INPUT DATA:

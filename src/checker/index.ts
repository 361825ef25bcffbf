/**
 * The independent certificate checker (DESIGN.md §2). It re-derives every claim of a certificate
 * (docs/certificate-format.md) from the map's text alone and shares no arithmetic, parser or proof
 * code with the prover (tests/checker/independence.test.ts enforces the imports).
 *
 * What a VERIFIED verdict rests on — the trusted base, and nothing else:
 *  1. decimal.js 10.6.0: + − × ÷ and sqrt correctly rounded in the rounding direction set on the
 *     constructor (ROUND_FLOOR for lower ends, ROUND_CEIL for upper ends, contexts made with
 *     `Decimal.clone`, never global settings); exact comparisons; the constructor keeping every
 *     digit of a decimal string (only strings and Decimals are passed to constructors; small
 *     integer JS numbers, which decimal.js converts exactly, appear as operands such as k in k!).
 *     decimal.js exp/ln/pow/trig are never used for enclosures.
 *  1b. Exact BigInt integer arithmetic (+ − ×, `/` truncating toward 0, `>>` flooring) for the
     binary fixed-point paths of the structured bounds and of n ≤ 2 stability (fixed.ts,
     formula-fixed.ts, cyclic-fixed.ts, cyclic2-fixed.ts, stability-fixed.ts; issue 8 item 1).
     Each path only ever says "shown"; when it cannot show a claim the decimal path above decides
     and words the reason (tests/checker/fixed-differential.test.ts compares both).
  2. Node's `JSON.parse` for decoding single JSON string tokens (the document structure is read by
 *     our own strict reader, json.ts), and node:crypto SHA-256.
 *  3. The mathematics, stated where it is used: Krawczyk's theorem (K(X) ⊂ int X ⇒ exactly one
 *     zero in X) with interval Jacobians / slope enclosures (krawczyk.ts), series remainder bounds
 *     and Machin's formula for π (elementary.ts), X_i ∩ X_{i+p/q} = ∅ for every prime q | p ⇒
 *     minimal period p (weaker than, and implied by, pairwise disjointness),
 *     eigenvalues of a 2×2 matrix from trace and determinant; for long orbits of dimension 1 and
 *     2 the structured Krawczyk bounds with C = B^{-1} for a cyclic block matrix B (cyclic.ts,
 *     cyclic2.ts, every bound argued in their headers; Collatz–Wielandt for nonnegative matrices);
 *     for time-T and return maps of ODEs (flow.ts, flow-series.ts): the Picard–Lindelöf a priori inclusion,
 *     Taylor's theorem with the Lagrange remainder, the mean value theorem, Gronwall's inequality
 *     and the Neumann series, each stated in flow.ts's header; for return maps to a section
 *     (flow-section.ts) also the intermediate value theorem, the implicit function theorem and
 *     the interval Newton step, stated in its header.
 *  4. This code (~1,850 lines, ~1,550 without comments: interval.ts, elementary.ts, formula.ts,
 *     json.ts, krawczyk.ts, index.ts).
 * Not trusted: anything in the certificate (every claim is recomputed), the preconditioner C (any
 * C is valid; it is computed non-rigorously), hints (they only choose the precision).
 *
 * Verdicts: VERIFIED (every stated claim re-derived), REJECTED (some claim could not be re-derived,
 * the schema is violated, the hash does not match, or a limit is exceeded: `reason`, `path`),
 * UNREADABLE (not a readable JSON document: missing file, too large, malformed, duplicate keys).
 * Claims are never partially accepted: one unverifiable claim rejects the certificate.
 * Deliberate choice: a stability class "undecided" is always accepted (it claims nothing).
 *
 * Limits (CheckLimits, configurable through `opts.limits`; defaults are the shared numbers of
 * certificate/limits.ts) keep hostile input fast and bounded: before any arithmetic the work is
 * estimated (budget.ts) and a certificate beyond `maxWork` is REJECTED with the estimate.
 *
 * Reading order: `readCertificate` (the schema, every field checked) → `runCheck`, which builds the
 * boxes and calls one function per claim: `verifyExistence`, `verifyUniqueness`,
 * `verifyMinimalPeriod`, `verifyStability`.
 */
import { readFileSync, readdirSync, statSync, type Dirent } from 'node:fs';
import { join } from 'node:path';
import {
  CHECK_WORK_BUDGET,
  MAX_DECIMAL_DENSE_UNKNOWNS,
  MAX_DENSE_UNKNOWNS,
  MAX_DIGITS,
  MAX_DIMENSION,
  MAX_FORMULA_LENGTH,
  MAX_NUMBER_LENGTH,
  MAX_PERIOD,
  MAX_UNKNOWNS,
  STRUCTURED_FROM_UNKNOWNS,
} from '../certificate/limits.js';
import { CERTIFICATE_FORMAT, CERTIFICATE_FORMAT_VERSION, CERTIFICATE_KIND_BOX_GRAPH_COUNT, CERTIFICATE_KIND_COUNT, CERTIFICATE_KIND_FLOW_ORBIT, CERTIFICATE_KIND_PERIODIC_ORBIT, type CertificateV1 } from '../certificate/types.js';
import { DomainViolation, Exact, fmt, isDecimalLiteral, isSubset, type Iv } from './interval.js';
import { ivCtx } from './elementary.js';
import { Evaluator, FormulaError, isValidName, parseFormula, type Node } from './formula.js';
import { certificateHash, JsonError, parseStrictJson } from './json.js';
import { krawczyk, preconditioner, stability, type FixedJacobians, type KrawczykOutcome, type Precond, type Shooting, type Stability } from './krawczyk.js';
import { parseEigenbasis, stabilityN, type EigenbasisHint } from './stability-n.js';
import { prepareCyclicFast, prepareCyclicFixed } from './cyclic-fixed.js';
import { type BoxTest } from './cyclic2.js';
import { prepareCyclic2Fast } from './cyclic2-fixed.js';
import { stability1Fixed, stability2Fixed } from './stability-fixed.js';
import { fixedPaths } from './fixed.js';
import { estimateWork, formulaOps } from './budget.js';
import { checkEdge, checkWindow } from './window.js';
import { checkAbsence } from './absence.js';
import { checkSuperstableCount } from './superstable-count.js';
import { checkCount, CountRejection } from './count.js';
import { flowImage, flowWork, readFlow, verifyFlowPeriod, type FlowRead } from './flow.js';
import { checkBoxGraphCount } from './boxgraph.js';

REQUIREMENT: Output every record above exactly as it was given.

RESULT:
filename src/checker/index.ts
repository 361825ef25bcffbf
/**
 * The independent certificate checker (DESIGN.md §2). It re-derives every claim of a certificate
 * (docs/certificate-format.md) from the map's text alone and shares no arithmetic, parser or proof
 * code with the prover (tests/checker/independence.test.ts enforces the imports).
 *
 * What a VERIFIED verdict rests on — the trusted base, and nothing else:
 *  1. decimal.js 10.6.0: + − × ÷ and sqrt correctly rounded in the rounding direction set on the
 *     constructor (ROUND_FLOOR for lower ends, ROUND_CEIL for upper ends, contexts made with
 *     `Decimal.clone`, never global settings); exact comparisons; the constructor keeping every
 *     digit of a decimal string (only strings and Decimals are passed to constructors; small
 *     integer JS numbers, which decimal.js converts exactly, appear as operands such as k in k!).
 *     decimal.js exp/ln/pow/trig are never used for enclosures.
 *  1b. Exact BigInt integer arithmetic (+ − ×, `/` truncating toward 0, `>>` flooring) for the
     binary fixed-point paths of the structured bounds and of n ≤ 2 stability (fixed.ts,
     formula-fixed.ts, cyclic-fixed.ts, cyclic2-fixed.ts, stability-fixed.ts; issue 8 item 1).
     Each path only ever says "shown"; when it cannot show a claim the decimal path above decides
     and words the reason (tests/checker/fixed-differential.test.ts compares both).
  2. Node's `JSON.parse` for decoding single JSON string tokens (the document structure is read by
 *     our own strict reader, json.ts), and node:crypto SHA-256.
 *  3. The mathematics, stated where it is used: Krawczyk's theorem (K(X) ⊂ int X ⇒ exactly one
 *     zero in X) with interval Jacobians / slope enclosures (krawczyk.ts), series remainder bounds
 *     and Machin's formula for π (elementary.ts), X_i ∩ X_{i+p/q} = ∅ for every prime q | p ⇒
 *     minimal period p (weaker than, and implied by, pairwise disjointness),
 *     eigenvalues of a 2×2 matrix from trace and determinant; for long orbits of dimension 1 and
 *     2 the structured Krawczyk bounds with C = B^{-1} for a cyclic block matrix B (cyclic.ts,
 *     cyclic2.ts, every bound argued in their headers; Collatz–Wielandt for nonnegative matrices);
 *     for time-T and return maps of ODEs (flow.ts, flow-series.ts): the Picard–Lindelöf a priori inclusion,
 *     Taylor's theorem with the Lagrange remainder, the mean value theorem, Gronwall's inequality
 *     and the Neumann series, each stated in flow.ts's header; for return maps to a section
 *     (flow-section.ts) also the intermediate value theorem, the implicit function theorem and
 *     the interval Newton step, stated in its header.
 *  4. This code (~1,850 lines, ~1,550 without comments: interval.ts, elementary.ts, formula.ts,
 *     json.ts, krawczyk.ts, index.ts).
 * Not trusted: anything in the certificate (every claim is recomputed), the preconditioner C (any
 * C is valid; it is computed non-rigorously), hints (they only choose the precision).
 *
 * Verdicts: VERIFIED (every stated claim re-derived), REJECTED (some claim could not be re-derived,
 * the schema is violated, the hash does not match, or a limit is exceeded: `reason`, `path`),
 * UNREADABLE (not a readable JSON document: missing file, too large, malformed, duplicate keys).
 * Claims are never partially accepted: one unverifiable claim rejects the certificate.
 * Deliberate choice: a stability class "undecided" is always accepted (it claims nothing).
 *
 * Limits (CheckLimits, configurable through `opts.limits`; defaults are the shared numbers of
 * certificate/limits.ts) keep hostile input fast and bounded: before any arithmetic the work is
 * estimated (budget.ts) and a certificate beyond `maxWork` is REJECTED with the estimate.
 *
 * Reading order: `readCertificate` (the schema, every field checked) → `runCheck`, which builds the
 * boxes and calls one function per claim: `verifyExistence`, `verifyUniqueness`,
 * `verifyMinimalPeriod`, `verifyStability`.
 */
import { readFileSync, readdirSync, statSync, type Dirent } from 'node:fs';
import { join } from 'node:path';
import {
  CHECK_WORK_BUDGET,
  MAX_DECIMAL_DENSE_UNKNOWNS,
  MAX_DENSE_UNKNOWNS,
  MAX_DIGITS,
  MAX_DIMENSION,
  MAX_FORMULA_LENGTH,
  MAX_NUMBER_LENGTH,
  MAX_PERIOD,
  MAX_UNKNOWNS,
  STRUCTURED_FROM_UNKNOWNS,
} from '../certificate/limits.js';
import { CERTIFICATE_FORMAT, CERTIFICATE_FORMAT_VERSION, CERTIFICATE_KIND_BOX_GRAPH_COUNT, CERTIFICATE_KIND_COUNT, CERTIFICATE_KIND_FLOW_ORBIT, CERTIFICATE_KIND_PERIODIC_ORBIT, type CertificateV1 } from '../certificate/types.js';
import { DomainViolation, Exact, fmt, isDecimalLiteral, isSubset, type Iv } from './interval.js';
import { ivCtx } from './elementary.js';
import { Evaluator, FormulaError, isValidName, parseFormula, type Node } from './formula.js';
import { certificateHash, JsonError, parseStrictJson } from './json.js';
import { krawczyk, preconditioner, stability, type FixedJacobians, type KrawczykOutcome, type Precond, type Shooting, type Stability } from './krawczyk.js';
import { parseEigenbasis, stabilityN, type EigenbasisHint } from './stability-n.js';
import { prepareCyclicFast, prepareCyclicFixed } from './cyclic-fixed.js';
import { type BoxTest } from './cyclic2.js';
import { prepareCyclic2Fast } from './cyclic2-fixed.js';
import { stability1Fixed, stability2Fixed } from './stability-fixed.js';
import { fixedPaths } from './fixed.js';
import { estimateWork, formulaOps } from './budget.js';
import { checkEdge, checkWindow } from './window.js';
import { checkAbsence } from './absence.js';
import { checkSuperstableCount } from './superstable-count.js';
import { checkCount, CountRejection } from './count.js';
import { flowImage, flowWork, readFlow, verifyFlowPeriod, type FlowRead } from './flow.js';
import { checkBoxGraphCount } from './boxgraph.js';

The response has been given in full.